→ Records drawn from a dataset

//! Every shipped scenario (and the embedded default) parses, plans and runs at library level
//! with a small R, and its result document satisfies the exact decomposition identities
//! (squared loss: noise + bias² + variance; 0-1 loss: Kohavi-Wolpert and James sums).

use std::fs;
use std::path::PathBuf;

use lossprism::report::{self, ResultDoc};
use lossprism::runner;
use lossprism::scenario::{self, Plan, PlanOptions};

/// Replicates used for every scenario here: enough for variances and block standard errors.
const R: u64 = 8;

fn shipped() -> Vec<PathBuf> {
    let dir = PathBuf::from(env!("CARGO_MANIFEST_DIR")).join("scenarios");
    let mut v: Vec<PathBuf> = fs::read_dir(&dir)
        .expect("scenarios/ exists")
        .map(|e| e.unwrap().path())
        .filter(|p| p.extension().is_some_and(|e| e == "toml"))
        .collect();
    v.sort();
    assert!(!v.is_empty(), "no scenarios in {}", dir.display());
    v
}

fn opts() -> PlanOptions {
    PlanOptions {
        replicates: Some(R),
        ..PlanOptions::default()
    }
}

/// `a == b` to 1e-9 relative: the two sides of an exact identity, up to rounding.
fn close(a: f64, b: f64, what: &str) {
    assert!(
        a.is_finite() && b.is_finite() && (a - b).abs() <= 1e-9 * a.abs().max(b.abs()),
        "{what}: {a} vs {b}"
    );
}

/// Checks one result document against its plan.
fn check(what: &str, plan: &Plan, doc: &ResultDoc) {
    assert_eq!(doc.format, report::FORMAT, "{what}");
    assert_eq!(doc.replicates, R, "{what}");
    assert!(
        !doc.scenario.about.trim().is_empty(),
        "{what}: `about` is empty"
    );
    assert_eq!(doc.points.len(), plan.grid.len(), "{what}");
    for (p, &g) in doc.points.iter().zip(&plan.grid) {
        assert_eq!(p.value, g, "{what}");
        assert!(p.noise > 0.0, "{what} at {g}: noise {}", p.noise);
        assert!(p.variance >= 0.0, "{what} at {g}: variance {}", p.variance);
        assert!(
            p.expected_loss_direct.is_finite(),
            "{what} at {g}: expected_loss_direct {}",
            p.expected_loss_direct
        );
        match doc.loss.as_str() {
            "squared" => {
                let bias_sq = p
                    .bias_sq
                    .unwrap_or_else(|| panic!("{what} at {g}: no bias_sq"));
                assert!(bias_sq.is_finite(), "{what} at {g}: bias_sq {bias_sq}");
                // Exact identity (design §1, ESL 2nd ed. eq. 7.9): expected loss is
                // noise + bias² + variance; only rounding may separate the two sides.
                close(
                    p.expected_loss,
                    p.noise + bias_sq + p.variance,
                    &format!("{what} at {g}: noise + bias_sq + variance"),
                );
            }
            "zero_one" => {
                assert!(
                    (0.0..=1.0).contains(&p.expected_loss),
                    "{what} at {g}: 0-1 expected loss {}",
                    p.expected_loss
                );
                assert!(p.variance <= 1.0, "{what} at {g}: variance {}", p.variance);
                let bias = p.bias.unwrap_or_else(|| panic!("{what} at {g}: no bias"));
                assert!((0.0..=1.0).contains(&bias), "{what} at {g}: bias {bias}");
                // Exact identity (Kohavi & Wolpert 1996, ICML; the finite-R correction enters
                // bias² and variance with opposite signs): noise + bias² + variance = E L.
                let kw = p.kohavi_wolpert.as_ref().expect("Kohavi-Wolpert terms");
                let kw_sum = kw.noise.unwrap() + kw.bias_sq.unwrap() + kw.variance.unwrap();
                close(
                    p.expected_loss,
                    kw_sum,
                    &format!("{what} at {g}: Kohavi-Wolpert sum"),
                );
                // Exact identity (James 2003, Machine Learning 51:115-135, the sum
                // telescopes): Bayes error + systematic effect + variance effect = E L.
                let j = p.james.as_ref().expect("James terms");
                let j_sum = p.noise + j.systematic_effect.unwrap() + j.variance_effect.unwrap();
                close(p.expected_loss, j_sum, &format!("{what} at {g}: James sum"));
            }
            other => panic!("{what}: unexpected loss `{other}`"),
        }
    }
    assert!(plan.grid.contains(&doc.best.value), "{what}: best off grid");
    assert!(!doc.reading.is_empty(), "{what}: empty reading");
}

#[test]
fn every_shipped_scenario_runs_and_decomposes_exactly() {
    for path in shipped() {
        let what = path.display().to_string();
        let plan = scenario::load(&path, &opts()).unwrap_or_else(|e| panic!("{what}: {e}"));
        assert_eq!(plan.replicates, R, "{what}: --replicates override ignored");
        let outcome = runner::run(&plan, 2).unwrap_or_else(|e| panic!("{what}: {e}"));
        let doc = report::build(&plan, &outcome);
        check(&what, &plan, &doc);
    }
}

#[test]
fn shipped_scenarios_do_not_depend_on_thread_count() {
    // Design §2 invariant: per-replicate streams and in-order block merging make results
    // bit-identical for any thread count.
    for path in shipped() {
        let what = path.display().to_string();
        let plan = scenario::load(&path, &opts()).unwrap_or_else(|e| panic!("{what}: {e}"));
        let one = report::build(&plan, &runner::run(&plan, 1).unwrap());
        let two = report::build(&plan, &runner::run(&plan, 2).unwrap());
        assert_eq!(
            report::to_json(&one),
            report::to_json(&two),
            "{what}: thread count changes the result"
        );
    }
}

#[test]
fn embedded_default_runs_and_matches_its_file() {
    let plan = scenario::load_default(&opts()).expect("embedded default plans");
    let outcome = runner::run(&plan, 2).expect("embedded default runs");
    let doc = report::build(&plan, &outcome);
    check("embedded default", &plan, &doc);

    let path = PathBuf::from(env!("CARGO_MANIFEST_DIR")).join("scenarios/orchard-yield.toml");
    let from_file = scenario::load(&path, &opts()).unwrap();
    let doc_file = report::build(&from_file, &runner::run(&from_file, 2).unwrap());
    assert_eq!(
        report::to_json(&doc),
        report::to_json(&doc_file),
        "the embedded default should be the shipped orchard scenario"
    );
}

→ WORK REQUEST
Copy, character for character, the lines from the line that holds "let two = report::build(&plan, &runner::run(&plan, 2).unwrap());" through the final line of the records above.

→ TASK RESULT
        let two = report::build(&plan, &runner::run(&plan, 2).unwrap());
        assert_eq!(
            report::to_json(&one),
            report::to_json(&two),
            "{what}: thread count changes the result"
        );
    }
}

#[test]
fn embedded_default_runs_and_matches_its_file() {
    let plan = scenario::load_default(&opts()).expect("embedded default plans");
    let outcome = runner::run(&plan, 2).expect("embedded default runs");
    let doc = report::build(&plan, &outcome);
    check("embedded default", &plan, &doc);

    let path = PathBuf::from(env!("CARGO_MANIFEST_DIR")).join("scenarios/orchard-yield.toml");
    let from_file = scenario::load(&path, &opts()).unwrap();
    let doc_file = report::build(&from_file, &runner::run(&from_file, 2).unwrap());
    assert_eq!(
        report::to_json(&doc),
        report::to_json(&doc_file),
        "the embedded default should be the shipped orchard scenario"
    );
}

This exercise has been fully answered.